Data warehouse customization conundrum
The pace at which data warehousing moves to Amazon or other clouds will vary, depending on the type and size of a company, and the specifics of its data customizations, said Sandy Williamson, who heads Reston, Virg.-based CapTech Consulting, which includes data warehousing among its key practices. Williamson shows some skepticism about Amazon Redshift's prospects among larger organizations.
"Large corporations build their own private clouds and they are not letting their data out to the public cloud," he said. "Their understanding of their consumers is there."
For CapTech's part, he said, the consultancy already makes use of some cloud tools to build databases, but not necessarily on a large scale yet. "We use some of Amazon's cloud development platforms for mobile development and for some prototyping," he said. Like others, Williamson suggested that new applications are likely better candidates than existing ones for duty on Amazon or other cloud computing platforms.
"The real problem with doing data warehousing and business intelligence in the cloud is that it's usually a custom development project," Eckerson said. "Most [Software as a Service] cloud offerings are more packaged in nature and easier to purchase and install."
With BI, you need to create a custom data model based on your organization's unique structure, requirements and data sources, he said, adding that custom reports are required on top of those infrastructure elements. The agility and speed that cloud offers is tempered a bit in the BI world, Eckerson said. Data movement too, can be an issue.
The Redshift concept has merit, according to Sandy Williamson's CapTech Consulting colleague Ben Harden. "Amazon has the ability to add CPUs exponentially to work on data sets. Once the data is there, you can do all the slicing and dicing," said Harden, director and business intelligence expert at CapTech. "But getting the data there is far easier for those that are already there."
Data movement issues are still to be resolved for cloud implementations, including those of Amazon. So, the Amazon offering, several viewers stated, is now mostly aimed at its own existing customers -- ones whose data is already in place on the Amazon cloud.
"How do you get a petabyte of data into the cloud? You don't just 'FTP' that in an hour," Harden said. "The market for this largely has to be for people whose operations or e-commerce sites are already on the Amazon cloud."
While reduced management work and low cost is a major thrust in Amazon's effort, the company points to speed increases with Redshift, too. Assessments are based on its own experience.

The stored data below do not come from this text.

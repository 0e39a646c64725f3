import { mergedValues, type CardSide } from '#shared/rate-cards/merged-values';
import type { CardEntries } from '../rate-card-calls';

/** What two people entered into one draft, laid together, and the lines of it that one has to choose. */
export interface MergedEntries {
  readonly entries: CardEntries;
  readonly overlaps: readonly string[];
}

/** The name and the content of a draft, as both sides changed them since they were kept last. */
export function mergedEntries(
  sides: { readonly base: CardEntries; readonly mine: CardEntries; readonly theirs: CardEntries },
  sideOf: (key: string) => CardSide,
): MergedEntries {
  const { value, overlaps } = mergedValues(sides, sideOf);
  return { entries: value, overlaps: overlaps.map(({ key }) => key) };
}
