describe('Planned in the afternoon', () => {
  const nowIn = (answer: { startsAt: string }) =>
    Math.ceil((api.clock.now().getTime() - Date.parse(answer.startsAt)) / 60_000);
  const starts = (plan: ProgrammeAnswer['plan']) => (plan?.tasks ?? []).map(({ start_minutes }) => start_minutes);

  test('nothing is placed before 15:07: read, asked what if, and worked out by the server', async () => {
    await shopWith(api.ours, api.ours.people.bench);
    const { estimateId } = await sampleEstimate(api.ours);
    await standAt(estimateId, 15 * 60 + 6);
    const asRead = await programmeOf(api.ours, estimateId);
    const whatIf = { day: null, climate: null, furtherGradeIds: [], lots: [] };
    const asked = await told<WhatIfAnswer>(owner, readWhatIf, { ...at(estimateId), body: whatIf });
    expect([asRead.request.start_minutes, asked.request.start_minutes]).toEqual([nowIn(asRead), nowIn(asked)]);
    await told(owner, solveProgramme, { ...at(estimateId), body: { seconds: 1, keepsPlan: false } });
    await api.platform.tasks.runDue();
    const kept = await programmeOf(api.ours, estimateId);
    expect(Math.min(...starts(kept.plan))).toBe(nowIn(kept));
    expect(Math.min(...starts(solved(asRead.request)))).toBe(nowIn(asRead));
  });

  test('after closing time its waits are the same as planned, as kept and as read two days later', async () => {
    await shopWith(api.ours, api.ours.people.bench);
    const { estimateId } = await sampleEstimate(api.ours);
    await standAt(estimateId, 19 * 60);
    const { request, version } = await programmeOf(api.ours, estimateId);
    const plan = solved(request);
    const kept = await told<ProgrammeAnswer>(owner, keepPlan, { ...at(estimateId), version, body: plan });
    expect(kept.plan?.tasks).toEqual(plan.tasks);
    api.clock.move({ minutes: 2 * 1440 });
    await signInAgain();
    const later = await programmeOf(api.ours, estimateId);
    expect([later.isCurrent, later.plan, later.dates]).toEqual([true, kept.plan, kept.dates]);
    // What is planned anew starts two days later; a plan made before is not taken once what it begins with is past.
    expect(later.request.start_minutes).toBe(request.start_minutes + 2 * 1440);
    const body = { ...plan, plans: plan.plans + 1 };
    const refused = await owner.call(keepPlan, { ...at(estimateId), version: kept.version, body });
    expect(refused.status).toBe(422);
  });

  test('a plan brought after somebody looked at it for half an hour is kept, after two hours it is past', async () => {
    await shopWith(api.ours, api.ours.people.bench);
    const { estimateId } = await sampleEstimate(api.ours);
    await standAt(estimateId, 10 * 60);
    const { request, version } = await programmeOf(api.ours, estimateId);
    const plan = solved(request);
    api.clock.move({ minutes: 120 });
    await signInAgain();
    const refused = await owner.call(keepPlan, { ...at(estimateId), version, body: plan });
    const first = request.tasks.find(
      ({ id }) => id === plan.tasks.find(({ start_minutes }) => start_minutes === request.start_minutes)?.taskId,
    );
    expect(refused.body.errors).toContainEqual(
      expect.objectContaining({ message: `${first?.name ?? ''} would begin in the past.` }),
    );
    api.clock.move({ minutes: -90 });
    await signInAgain();
    const kept = await told<ProgrammeAnswer>(owner, keepPlan, { ...at(estimateId), version, body: plan });
    expect(kept.plan?.tasks).toEqual(plan.tasks);
  });
});
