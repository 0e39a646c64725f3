import { ChangeDetectionStrategy, Component, inject } from '@angular/core';
import { RouterLink, RouterLinkActive } from '@angular/router';
import { Session } from '../core/session/session';

/** The parts of the Programme place. */
@Component({
  selector: 'app-programme-parts',
  imports: [RouterLink, RouterLinkActive],
  changeDetection: ChangeDetectionStrategy.OnPush,
  template: `
    <nav i18n-aria-label aria-label="Parts of the programme" class="no-print">
      @for (part of parts; track part.path) {
        <a
          [routerLink]="part.path"
          routerLinkActive="open"
          ariaCurrentWhenActive="page"
          [routerLinkActiveOptions]="{ exact: true }"
          >{{ part.name }}</a
        >
      }
    </nav>
  `,
  styles: `
    nav {
      display: flex;
      flex-wrap: wrap;
      gap: 0 24px;
      padding: 0 28px;
      border-bottom: 1px solid var(--line);
    }

    a {
      padding: 10px 0 8px;
      border-bottom: 3px solid transparent;
      color: var(--muted);
      font: 500 1.125rem/1.5rem var(--heading);
      text-decoration: none;
    }

    a:hover {
      color: var(--ink);
    }

    a.open {
      border-color: var(--gold);
      color: var(--ink);
    }

    @media (max-width: 640px) {
      nav {
        padding: 0 16px;
      }
    }
  `,
})
export class ProgrammeParts {
  private readonly session = inject(Session);

  protected readonly parts = [
    { path: '/programme', name: $localize`Board`, isShown: true },
    { path: '/programme/workshop', name: $localize`Workshop`, isShown: this.session.may('owner', 'estimator') },
    { path: '/programme/calendars', name: $localize`Calendars`, isShown: true },
  ].filter(({ isShown }) => isShown);
}
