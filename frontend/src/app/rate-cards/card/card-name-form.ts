import { ChangeDetectionStrategy, Component, inject, output } from '@angular/core';
import { ReactiveFormsModule } from '@angular/forms';
import { MatButton } from '@angular/material/button';
import * as z from 'zod';
import { rateCardName } from '#shared/rate-cards/rate-card-summary-schema';
import { schemaForm } from '../../core/forms/schema-form';
import { Entry } from '../../ui/field/entry';
import { Field } from '../../ui/field/field';
import { CardStore } from './card-store';

const nameSchema = z.strictObject({ name: rateCardName });

/** What a draft is called. */
@Component({
  selector: 'app-card-name-form',
  imports: [Entry, Field, MatButton, ReactiveFormsModule],
  changeDetection: ChangeDetectionStrategy.OnPush,
  template: `
    <form class="fields single sheet" [formGroup]="form.group" (ngSubmit)="take()">
      <app-field i18n-label label="Name of the card" [complaint]="form.message('name')">
        <input appEntry type="text" autocomplete="off" formControlName="name" />
      </app-field>
      <div class="actions">
        <button matButton="outlined" type="submit" i18n>Take the name</button>
        <button matButton type="button" (click)="closed.emit()" i18n>Leave it as it is</button>
      </div>
    </form>
  `,
})
export class CardNameForm {
  private readonly store = inject(CardStore);

  readonly closed = output();

  protected readonly form = schemaForm(nameSchema, { name: this.store.entered()?.name ?? '' });

  protected take(): void {
    this.form.showAll();
    const [parsed, entered] = [this.form.parsed(), this.store.entered()];
    if (!parsed || !entered) return;
    this.store.enter({ ...entered, name: parsed.name });
    this.closed.emit();
  }
}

Amazon's Jassy said the company included parts of its in-house Amazon Enterprise Data Warehouse -- which it estimates, has cost "multi-million" dollars to create -- in the private beta program for Amazon Redshift.
Company data managers said they have seen multi-hour queries finish in under an hour, and some queries that took five to 10 minutes on the current data warehouse were returned in seconds with Redshift. This could in some part be due to use of the high-performance ParAccel components that Amazon is clearly aiming at a larger audience.